## PROBLEM REQUIREMENTS:
Please output exactly the part of the records below that opens with the line containing "kmax = np.atleast_1d(np.asarray(k_max, dtype=float))" and closes with the line containing "k = np.unique(np.concatenate([np.geomspace(min(top", both lines included, and nothing else.

## MATERIAL PROVIDED:
class _Clock:
    """Which step levels a windowed, decimated record samples.

    The decimation phase is anchored at ``n0``, the first level at or after
    construction whose E time reaches ``start``; level ``n`` is a sampling
    level when ``n >= n0`` and ``(n - n0) % every == 0``, and a kind is stored
    there when its own time lies in ``[start, stop]``.
    """

    def __init__(self, dt: float, n_begin: int, start: float, stop: float, every: int):
        self.dt = dt
        self.start = start
        self.stop = stop
        self.every = every
        self.n0 = max(n_begin, math.ceil(start / dt - TIME_TOL))

    def takes(self, kind: str, n: int) -> bool:
        if n < self.n0 or (n - self.n0) % self.every:
            return False
        t = _level_time(kind, n, self.dt)
        tol = TIME_TOL * self.dt
        return self.start - tol <= t <= self.stop + tol

    def past_stop(self, n: int) -> bool:
        """True once even the H time (the later stop) of level n is beyond stop."""
        return _level_time("H", n, self.dt) > self.stop + TIME_TOL * self.dt

    def planned(self, kind: str) -> int | None:
        """Number of samples of a kind the window will take (None if stop is open)."""
        if math.isinf(self.stop):
            return None
        s = _kind_shift(kind)
        lo = max(self.n0, math.ceil(self.start / self.dt + s - TIME_TOL))
        hi = math.floor(self.stop / self.dt + s + TIME_TOL)
        first = self.n0 + -(-(lo - self.n0) // self.every) * self.every
        return 0 if first > hi else (hi - first) // self.every + 1
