def anomalous_threshold(material: Material, omega0: float, cutoff: Cutoff | None = None,
                        geometry: Geometry | None = None, local: bool = False) -> Threshold:
    """Minimum speed for anomalous-Doppler emission of an oscillator.

    An oscillator of rest-frame frequency ``omega0`` (c/ell) moving at v has its
    anomalous line at ``omega = k v - omega0/gamma(v)``; it emits (and is
    excited) where that line meets a mode with omega > 0.  For each mode point
    the speed is :func:`anomalous_speed`; the threshold is its minimum over the
    allowed modes (as in :func:`cherenkov_threshold`).  Loss ignored.
    """
    w0 = _checks.positive("source rest frequency omega0", omega0)
    return _search(material, {"anomalous": w0}, cutoff or Cutoff(), geometry or Geometry(),
                   local)["anomalous"]


def threshold_curve(material: Material, k_max, process: str = "cherenkov", omega0: float | None = None,
                    geometry: Geometry | None = None, scheme: Scheme | None = None,
                    local: bool = False) -> np.ndarray:
    """v_min as a function of the cutoff wavenumber: shape of ``k_max`` (fraction of c).

    The running minimum of the threshold speed over a dense grid of k; each
    value is the minimum over ``k <= k_max`` (an upper bound within the grid
    spacing, ~1e-3 relative).  With ``scheme`` the discrete dispersion is used
    and ``k_max`` is clipped to pi/dx.  NaN where no mode below c is reached.
    """
    _checks.one_of("process", process, PROCESSES)
    w0 = 0.0 if process == "cherenkov" else _checks.positive("source rest frequency omega0", omega0)
    return threshold_curves(material, k_max, {process: w0}, geometry, scheme, local)[process]


def threshold_curves(material: Material, k_max, omega0s: dict, geometry: Geometry | None = None,
                     scheme: Scheme | None = None, local: bool = False) -> dict:
    """:func:`threshold_curve` for several processes from one mode table.

    ``omega0s`` maps a process name to its rest frequency (c/ell; 0 for a charge),
    e.g. ``{"cherenkov": 0.0, "anomalous": 0.6}``.  Returns ``{name: v_min}``, each of
    the shape of ``k_max`` (fraction of c; a float for a scalar ``k_max``).
    """
    geometry = geometry or Geometry()
    w0s = omega0s
    kmax = np.atleast_1d(np.asarray(k_max, dtype=float))
    if np.any(~(kmax > 0)):
        raise ParameterError(f"k_max = {k_max!r} is not allowed: expected wavenumbers > 0")
    if scheme is not None:
        kmax = np.minimum(kmax, scheme.k_nyquist)
    top = float(kmax.max())
    k = np.unique(np.concatenate([np.geomspace(min(top * 1e-4, 1e-3 * _k_scale(material, 0.0)), top,
                                               2000), kmax]))
    rows = _modes_on(material, k, Cutoff(top, scheme), geometry, local)
    idx = np.searchsorted(k, kmax)
    out = {}
    for proc, w0 in w0s.items():
        v = np.full(k.shape, np.nan)
        for _label, w in rows:
            v = np.fmin(v, anomalous_speed(k, w, w0))
        run = np.fmin.accumulate(np.where(np.isnan(v), np.inf, v))
        run = np.where(np.isinf(run), np.nan, run)
        out[proc] = run[idx].reshape(np.shape(k_max)) if np.ndim(k_max) else float(run[idx][0])
    return out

## TASK RESPONSE:
    kmax = np.atleast_1d(np.asarray(k_max, dtype=float))
    if np.any(~(kmax > 0)):
        raise ParameterError(f"k_max = {k_max!r} is not allowed: expected wavenumbers > 0")
    if scheme is not None:
        kmax = np.minimum(kmax, scheme.k_nyquist)
    top = float(kmax.max())
    k = np.unique(np.concatenate([np.geomspace(min(top * 1e-4, 1e-3 * _k_scale(material, 0.0)), top,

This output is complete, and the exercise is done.